MATERIALS PROVIDED>
---+---

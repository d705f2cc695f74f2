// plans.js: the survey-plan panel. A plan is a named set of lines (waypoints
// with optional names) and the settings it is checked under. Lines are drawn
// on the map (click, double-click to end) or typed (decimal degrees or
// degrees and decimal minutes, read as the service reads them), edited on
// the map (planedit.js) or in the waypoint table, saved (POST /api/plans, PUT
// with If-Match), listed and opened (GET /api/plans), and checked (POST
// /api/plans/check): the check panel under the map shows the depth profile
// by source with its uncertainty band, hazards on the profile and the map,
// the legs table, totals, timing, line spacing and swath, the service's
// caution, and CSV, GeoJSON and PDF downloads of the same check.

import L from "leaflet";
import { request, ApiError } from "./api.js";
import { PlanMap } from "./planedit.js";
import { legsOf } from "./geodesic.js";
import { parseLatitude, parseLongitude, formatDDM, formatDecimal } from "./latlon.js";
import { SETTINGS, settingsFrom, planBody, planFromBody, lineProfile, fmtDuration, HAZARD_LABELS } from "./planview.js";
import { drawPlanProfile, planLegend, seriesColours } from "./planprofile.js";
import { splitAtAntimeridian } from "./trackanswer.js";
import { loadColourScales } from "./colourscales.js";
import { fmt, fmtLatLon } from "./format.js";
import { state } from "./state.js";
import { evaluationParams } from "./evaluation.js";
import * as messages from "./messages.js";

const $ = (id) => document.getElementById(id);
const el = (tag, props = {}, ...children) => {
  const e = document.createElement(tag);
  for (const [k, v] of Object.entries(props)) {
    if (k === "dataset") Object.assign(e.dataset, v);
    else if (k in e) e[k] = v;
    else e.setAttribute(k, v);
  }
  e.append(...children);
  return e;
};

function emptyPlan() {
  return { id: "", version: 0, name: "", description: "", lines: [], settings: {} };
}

---+---

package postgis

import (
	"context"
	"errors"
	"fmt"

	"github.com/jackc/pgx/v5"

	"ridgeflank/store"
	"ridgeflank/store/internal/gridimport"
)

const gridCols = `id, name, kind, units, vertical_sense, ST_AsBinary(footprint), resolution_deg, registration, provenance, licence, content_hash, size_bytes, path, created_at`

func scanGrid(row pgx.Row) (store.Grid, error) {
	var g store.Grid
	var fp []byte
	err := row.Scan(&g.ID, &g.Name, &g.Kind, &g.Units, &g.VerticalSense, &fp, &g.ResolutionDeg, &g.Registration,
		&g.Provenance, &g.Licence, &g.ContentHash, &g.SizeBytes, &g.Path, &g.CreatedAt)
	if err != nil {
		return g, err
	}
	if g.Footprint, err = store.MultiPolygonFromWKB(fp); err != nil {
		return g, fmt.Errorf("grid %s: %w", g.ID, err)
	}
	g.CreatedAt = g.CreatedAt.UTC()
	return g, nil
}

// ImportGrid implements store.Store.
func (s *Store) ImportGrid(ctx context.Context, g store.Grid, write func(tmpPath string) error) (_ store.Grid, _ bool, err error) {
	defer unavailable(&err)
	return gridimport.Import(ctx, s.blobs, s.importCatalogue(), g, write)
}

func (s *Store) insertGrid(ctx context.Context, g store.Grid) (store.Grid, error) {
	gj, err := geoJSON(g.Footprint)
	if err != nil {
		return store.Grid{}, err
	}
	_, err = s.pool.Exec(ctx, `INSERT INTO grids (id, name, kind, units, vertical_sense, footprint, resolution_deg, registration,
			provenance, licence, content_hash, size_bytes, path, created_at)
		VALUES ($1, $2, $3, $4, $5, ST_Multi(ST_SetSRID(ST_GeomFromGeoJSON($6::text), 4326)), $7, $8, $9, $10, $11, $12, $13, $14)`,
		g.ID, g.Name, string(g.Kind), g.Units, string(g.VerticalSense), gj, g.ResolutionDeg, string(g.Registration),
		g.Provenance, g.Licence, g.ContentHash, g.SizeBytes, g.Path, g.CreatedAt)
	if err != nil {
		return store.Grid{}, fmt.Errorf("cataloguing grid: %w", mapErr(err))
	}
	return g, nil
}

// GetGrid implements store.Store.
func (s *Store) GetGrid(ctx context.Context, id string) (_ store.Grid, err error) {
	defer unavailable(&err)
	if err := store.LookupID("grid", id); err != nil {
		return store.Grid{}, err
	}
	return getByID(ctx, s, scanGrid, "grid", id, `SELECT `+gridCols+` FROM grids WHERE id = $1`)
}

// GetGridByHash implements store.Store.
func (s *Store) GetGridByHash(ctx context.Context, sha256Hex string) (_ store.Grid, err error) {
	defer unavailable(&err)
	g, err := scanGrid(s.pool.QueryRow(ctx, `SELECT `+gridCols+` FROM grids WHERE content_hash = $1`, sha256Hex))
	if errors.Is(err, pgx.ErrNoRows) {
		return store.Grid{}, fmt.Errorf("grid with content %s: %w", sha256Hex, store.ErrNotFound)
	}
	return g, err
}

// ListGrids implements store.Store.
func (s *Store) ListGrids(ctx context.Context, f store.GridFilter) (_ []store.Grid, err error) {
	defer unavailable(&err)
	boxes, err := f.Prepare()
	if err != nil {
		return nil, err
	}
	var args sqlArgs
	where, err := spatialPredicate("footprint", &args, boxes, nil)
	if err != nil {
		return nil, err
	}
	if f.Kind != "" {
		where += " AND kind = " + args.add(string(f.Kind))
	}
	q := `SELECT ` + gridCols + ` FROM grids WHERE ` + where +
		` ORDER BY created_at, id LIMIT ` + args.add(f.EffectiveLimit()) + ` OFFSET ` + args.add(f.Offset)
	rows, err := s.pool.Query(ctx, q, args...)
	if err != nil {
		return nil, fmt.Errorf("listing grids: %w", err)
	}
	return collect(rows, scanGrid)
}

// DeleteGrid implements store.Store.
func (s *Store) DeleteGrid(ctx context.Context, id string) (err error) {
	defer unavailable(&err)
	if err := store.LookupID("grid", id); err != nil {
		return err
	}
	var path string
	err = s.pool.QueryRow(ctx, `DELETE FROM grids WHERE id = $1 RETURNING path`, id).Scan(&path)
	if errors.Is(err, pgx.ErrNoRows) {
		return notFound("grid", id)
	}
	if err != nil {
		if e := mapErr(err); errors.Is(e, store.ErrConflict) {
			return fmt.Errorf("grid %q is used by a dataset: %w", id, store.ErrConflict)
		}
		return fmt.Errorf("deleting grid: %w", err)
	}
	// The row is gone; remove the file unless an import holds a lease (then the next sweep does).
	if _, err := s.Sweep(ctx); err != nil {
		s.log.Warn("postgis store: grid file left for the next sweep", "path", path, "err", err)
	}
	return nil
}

---+---

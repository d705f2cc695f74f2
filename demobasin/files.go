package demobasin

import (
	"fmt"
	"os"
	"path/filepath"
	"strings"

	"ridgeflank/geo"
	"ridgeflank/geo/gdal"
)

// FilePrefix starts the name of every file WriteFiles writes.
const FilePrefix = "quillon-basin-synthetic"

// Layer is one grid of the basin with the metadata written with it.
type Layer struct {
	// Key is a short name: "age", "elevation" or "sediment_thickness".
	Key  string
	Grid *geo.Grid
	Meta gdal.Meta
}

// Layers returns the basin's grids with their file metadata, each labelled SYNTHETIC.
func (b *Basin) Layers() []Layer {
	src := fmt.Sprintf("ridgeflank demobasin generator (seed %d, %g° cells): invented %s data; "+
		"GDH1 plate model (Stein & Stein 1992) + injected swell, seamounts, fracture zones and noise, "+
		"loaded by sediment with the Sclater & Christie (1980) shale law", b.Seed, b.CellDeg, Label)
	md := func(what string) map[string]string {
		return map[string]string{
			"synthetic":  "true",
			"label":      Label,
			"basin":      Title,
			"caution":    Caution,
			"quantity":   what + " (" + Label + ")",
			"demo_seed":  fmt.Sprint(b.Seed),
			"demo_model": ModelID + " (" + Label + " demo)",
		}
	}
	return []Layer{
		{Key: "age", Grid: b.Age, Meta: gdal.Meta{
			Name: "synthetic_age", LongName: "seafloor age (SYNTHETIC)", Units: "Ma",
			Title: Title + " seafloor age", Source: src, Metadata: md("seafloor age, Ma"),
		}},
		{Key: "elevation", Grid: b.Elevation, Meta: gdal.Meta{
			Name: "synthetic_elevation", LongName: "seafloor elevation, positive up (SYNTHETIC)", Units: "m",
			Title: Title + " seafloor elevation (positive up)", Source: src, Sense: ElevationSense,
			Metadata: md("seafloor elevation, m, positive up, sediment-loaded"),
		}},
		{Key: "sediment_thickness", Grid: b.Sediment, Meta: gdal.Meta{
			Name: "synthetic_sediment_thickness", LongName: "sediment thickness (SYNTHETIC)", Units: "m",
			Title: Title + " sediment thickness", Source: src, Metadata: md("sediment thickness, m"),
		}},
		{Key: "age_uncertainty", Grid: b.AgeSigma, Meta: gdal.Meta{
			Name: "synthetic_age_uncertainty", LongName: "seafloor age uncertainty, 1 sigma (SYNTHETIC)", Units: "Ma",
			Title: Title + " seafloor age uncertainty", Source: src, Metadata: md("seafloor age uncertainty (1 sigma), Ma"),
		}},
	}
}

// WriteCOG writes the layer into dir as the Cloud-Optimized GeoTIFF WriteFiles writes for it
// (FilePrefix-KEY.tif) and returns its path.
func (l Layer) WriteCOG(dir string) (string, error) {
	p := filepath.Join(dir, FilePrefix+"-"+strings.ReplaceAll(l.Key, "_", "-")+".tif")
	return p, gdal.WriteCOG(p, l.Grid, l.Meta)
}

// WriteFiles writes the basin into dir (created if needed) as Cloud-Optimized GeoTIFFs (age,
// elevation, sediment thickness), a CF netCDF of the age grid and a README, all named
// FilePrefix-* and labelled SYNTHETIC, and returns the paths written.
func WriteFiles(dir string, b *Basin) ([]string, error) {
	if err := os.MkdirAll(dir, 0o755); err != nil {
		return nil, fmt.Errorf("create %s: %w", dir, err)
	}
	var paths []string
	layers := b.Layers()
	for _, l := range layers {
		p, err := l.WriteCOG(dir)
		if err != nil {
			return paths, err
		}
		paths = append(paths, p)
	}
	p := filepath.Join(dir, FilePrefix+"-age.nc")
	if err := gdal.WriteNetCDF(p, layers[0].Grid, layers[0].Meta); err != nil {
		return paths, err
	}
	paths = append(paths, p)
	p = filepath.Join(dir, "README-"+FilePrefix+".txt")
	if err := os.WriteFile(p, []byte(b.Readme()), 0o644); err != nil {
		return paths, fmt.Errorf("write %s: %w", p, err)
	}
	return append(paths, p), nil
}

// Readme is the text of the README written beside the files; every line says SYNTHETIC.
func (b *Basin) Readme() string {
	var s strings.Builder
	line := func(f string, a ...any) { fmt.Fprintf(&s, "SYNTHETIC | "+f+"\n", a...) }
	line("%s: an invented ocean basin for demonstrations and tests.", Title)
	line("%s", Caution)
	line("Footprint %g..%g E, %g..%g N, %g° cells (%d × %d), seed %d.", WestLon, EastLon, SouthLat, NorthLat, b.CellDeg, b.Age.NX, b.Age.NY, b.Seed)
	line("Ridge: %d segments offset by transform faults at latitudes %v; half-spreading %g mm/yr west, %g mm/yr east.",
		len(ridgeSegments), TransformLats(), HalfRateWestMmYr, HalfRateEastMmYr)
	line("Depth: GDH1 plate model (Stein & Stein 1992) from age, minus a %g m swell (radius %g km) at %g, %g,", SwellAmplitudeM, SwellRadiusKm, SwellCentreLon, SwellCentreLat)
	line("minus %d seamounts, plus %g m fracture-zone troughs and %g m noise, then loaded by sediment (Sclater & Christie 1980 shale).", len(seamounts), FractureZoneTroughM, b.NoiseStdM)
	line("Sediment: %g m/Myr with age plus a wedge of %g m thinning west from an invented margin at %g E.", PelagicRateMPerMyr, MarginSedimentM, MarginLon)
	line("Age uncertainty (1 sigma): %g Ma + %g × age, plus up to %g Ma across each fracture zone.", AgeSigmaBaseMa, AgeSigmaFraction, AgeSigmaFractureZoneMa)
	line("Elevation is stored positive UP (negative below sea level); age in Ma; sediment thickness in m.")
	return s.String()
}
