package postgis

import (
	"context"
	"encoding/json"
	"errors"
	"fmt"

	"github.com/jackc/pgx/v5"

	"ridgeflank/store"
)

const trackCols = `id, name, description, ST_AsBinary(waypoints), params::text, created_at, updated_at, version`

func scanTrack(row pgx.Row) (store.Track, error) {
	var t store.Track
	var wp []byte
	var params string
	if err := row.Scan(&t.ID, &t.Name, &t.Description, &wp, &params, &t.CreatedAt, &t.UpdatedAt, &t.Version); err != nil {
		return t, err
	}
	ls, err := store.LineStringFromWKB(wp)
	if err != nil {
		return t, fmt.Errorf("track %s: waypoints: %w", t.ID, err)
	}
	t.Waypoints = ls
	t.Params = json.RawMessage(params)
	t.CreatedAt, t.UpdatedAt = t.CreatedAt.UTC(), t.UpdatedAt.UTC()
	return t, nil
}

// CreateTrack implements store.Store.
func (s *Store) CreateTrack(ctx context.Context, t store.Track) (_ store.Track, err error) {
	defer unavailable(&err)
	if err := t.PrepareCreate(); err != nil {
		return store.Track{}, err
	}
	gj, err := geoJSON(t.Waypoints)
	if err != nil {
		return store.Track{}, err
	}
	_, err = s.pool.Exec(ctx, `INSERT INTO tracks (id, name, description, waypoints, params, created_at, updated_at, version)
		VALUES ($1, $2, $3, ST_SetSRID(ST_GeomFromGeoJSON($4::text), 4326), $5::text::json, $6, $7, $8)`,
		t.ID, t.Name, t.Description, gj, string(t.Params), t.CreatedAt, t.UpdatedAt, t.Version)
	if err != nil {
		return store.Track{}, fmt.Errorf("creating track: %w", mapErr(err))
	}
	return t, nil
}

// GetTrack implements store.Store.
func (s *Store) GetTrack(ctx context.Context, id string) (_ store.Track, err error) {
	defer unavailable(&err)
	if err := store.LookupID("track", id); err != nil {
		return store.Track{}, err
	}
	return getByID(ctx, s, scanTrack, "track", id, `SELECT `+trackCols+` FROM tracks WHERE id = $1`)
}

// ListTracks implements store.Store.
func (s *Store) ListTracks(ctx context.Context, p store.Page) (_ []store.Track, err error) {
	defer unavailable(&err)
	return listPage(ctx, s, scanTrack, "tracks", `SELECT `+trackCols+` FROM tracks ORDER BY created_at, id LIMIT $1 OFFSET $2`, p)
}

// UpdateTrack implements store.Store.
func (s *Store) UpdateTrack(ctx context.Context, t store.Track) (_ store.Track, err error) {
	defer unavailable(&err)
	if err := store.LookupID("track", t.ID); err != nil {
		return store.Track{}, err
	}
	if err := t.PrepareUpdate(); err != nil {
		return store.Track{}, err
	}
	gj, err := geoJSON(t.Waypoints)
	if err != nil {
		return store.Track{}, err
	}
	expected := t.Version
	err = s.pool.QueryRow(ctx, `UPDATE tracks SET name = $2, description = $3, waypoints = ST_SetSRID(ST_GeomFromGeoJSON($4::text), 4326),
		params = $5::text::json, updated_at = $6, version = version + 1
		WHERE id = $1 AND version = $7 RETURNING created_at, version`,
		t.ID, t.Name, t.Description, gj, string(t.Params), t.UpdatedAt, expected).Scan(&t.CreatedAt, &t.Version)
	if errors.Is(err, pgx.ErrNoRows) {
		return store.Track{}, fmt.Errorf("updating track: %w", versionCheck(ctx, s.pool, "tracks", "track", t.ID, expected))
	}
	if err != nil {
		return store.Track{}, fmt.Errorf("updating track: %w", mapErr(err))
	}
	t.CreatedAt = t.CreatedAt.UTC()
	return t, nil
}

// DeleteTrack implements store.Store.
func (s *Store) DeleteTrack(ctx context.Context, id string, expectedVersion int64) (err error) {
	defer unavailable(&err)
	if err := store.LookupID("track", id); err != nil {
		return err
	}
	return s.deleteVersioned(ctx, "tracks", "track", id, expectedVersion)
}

---+---

PROBLEM STATEMENT> Using the data above, repeat exactly the lines that begin at the line with "package demobasin" and end at the line with "demobasin generator (seed", both ends included.

SOLVED EXERCISE>
package demobasin

import (
	"fmt"
	"os"
	"path/filepath"
	"strings"

	"ridgeflank/geo"
	"ridgeflank/geo/gdal"
)

// FilePrefix starts the name of every file WriteFiles writes.
const FilePrefix = "quillon-basin-synthetic"

// Layer is one grid of the basin with the metadata written with it.
type Layer struct {
	// Key is a short name: "age", "elevation" or "sediment_thickness".
	Key  string
	Grid *geo.Grid
	Meta gdal.Meta
}

// Layers returns the basin's grids with their file metadata, each labelled SYNTHETIC.
func (b *Basin) Layers() []Layer {
	src := fmt.Sprintf("ridgeflank demobasin generator (seed %d, %g° cells): invented %s data; "+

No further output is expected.